Engineering solar cells involve 4 main concerns: (1) absorbing as many photons as possible, (2) maximizing the number of carriers created and extracted, (3) minimizing materials cost, and (4) ensuring mechanical integrity. To address (1), solar companies may etch the surface of the solar cells into pyramidal shapes to maximize the amount of light that enters the solar cell. In addition, rear point contact cells have been developed so there are no metal electrodes on top preventing the reflection of sunlight. [4] Addressing (2) and (3) - maximizing extracted electrons and minimizing costs - vary from company to company and are trade secrets. But for (4), ensuring mechanical integrity, there are a variety of ways to ensure solar cells will last 25+ years for consumers to install without worrying about the failure or breaking of solar cells. Nitrogen doping is a method to increase the yield strength of silicon as well as using stronger metal back contact to stabilize the silicon solar cell. [5]

Future of Solar Cells

Solar power provided 17 gigawatts of electricity for the United States in 2010. The current SunShot initiative from the Department of Energy is to multiply the capacity by 12 times to 300 gigawatts by 2030. [3] Solar energy only provides 0.6% of the total energy consumed in the United States, so it must increase to wane off the dependence on fossil fuels. In 1977, the cost of installing solar panels was $76.67 per watt; today it costs 60 cents per watt. [3] Solar energy is finally coming out of its infancy and gearing up to compete with coal and petroleum - our mastery of silicon has played a large role in the come up of solar power.

© Andrew Zhao. The author grants permission to copy, distribute and display this work in unaltered form, with attribution to the author, for noncommercial purposes only. All other rights, including commercial rights, are reserved to the author.

References

[1] M. A. Green, "The Path to 25% Silicon Solar Cell Efficiency: History of Silicon Cell Evolution," Prog. Photovoltaics 17, 183 (2009).
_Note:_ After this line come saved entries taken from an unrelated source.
package engine_test

import (
	"context"
	"encoding/json"
	"strings"
	"testing"
	"time"

	"github.com/deadspace-fhir/deadspace/api/deadletters"
)

// A revision or withdrawal whose Provenance's create, conditional on its
// tag, matches more than one resource is refused with 412 however often it
// is sent: the server ignores _tag in the condition (R4 http.html#ccreate;
// two Provenances of any tag are then "several matches"). In one
// transaction, with every If-Match still current, the 412 can only be the
// Provenance's, and nothing of the write was written; sent on its own after
// the values, the values are on the server without it. Either way the write
// goes to the dead letters at once with the server's answer and says which
// it was; once the server is fixed, the dead letter retried writes the
// Provenance, and the server ends with this service's values and one
// Provenance per write.
func TestProvenanceMatchingSeveralIsBuried(t *testing.T) {
	for _, tc := range []struct {
		name        string
		maxEntries  int
		change      func(r *writeRig) []json.RawMessage
		wantLetters int
		wantReason  string
		// valuesMoved: the values reached the server before the refusal.
		valuesMoved bool
		wantAfter   map[string]int // Provenances by activity after the retry
	}{
		{"revision in one transaction", 0, func(r *writeRig) []json.RawMessage { return []json.RawMessage{r.gas(2, 47)} },
			1, "nothing of this write was written", false, map[string]int{"CREATE": 1, "UPDATE": 1}},
		{"withdrawal in one transaction", 0, func(r *writeRig) []json.RawMessage {
			return []json.RawMessage{obs("gas", "2", "entered-in-error", "2019-8", "mm[Hg]", 44, r.at, r.updated.Add(2*time.Minute))}
		}, 2, "nothing of this write was written", false, map[string]int{"CREATE": 1, "NULLIFY": 2}},
		{"revision split, the Provenance on its own", 2, func(r *writeRig) []json.RawMessage { return []json.RawMessage{r.gas(2, 47)} },
			1, "the values were written without their Provenance", true, map[string]int{"CREATE": 1, "UPDATE": 1}},
	} {
		t.Run(tc.name, func(t *testing.T) {
			ctx := context.Background()
			r := newWriteRig(t, tc.maxEntries)
			r.openAndCreate()
			before := r.values()
			// A Provenance another system wrote: with the create's, two
			// Provenances match a condition the server does not read.
			if _, err := r.fake.Put([]byte(`{"resourceType":"Provenance","recorded":"2020-01-01T00:00:00Z","target":[{"reference":"Observation/other"}],"agent":[{"who":{"display":"another system"}}]}`)); err != nil {
				t.Fatal(err)
			}
			r.fake.Ignore("Provenance", "_tag")
			r.ingest(tc.change(r)...)
			r.eng.FlushNow(ctx)

			h := r.health()
			if h.Stats.OutboxDepth != 0 || h.Stats.DeadLetters != tc.wantLetters {
				var last string
				if ws := r.outbox(); len(ws) > 0 {
					last = ws[0].LastError
				}
				t.Fatalf("after one attempt: %d writes in the outbox (last error %q), %d dead letters; want %d buried", h.Stats.OutboxDepth, last, h.Stats.DeadLetters, tc.wantLetters)
			}
			for _, reason := range r.deadLetters() {
				for _, want := range []string{"Provenance", "matched more than one resource", tc.wantReason, "If-None-Exist matches more than one resource"} {
					if !strings.Contains(reason, want) {
						t.Errorf("dead letter reason %q does not say %q", reason, want)
					}
				}
			}
			moved := false
			for series, vs := range r.values() {
				if vs[0].version != before[series][0].version {
					moved = true
				}
			}
			if moved != tc.valuesMoved {
				t.Errorf("values on the server moved: %v, want %v", moved, tc.valuesMoved)
			}

			r.fake.ClearFaults() // the operator fixes the server
			dls, err := r.st.DeadLetters(ctx, 10)
			if err != nil {
				t.Fatal(err)
			}
			for _, dl := range dls {
				if _, err := deadletters.Local(r.st).Retry(ctx, dl.ID); err != nil {
					t.Fatal(err)
				}
			}
			r.mustDrain(5)
			r.wantCurrent(2)
			got := r.activities()
			for act, n := range tc.wantAfter {
				if got[act] != n {
					t.Errorf("after the retry the server holds Provenances %v, want %v (and the other system's)", got, tc.wantAfter)
					break
				}
			}
		})
	}
}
[2] J. Nelson, The Physics of Solar Cells (Imperial College Press, 2003).

[3] R. Ramesh, "SunShot Vision Study," U.S. Department of Energy, February 2012.

[4] J.M. Gee et al., "Back-Contact Crystalline-Silicon Solar Cells and Modules," Sandia National Laboratory, SAN 099-0491 C, 8 Sep 98.

[5] K. Sumino et al., "Effects of Nitrogen on Dislocation Behavior and Mechanical Strength in Silicon Crystals," J. Appl. Phys. 54, 5016 (1983).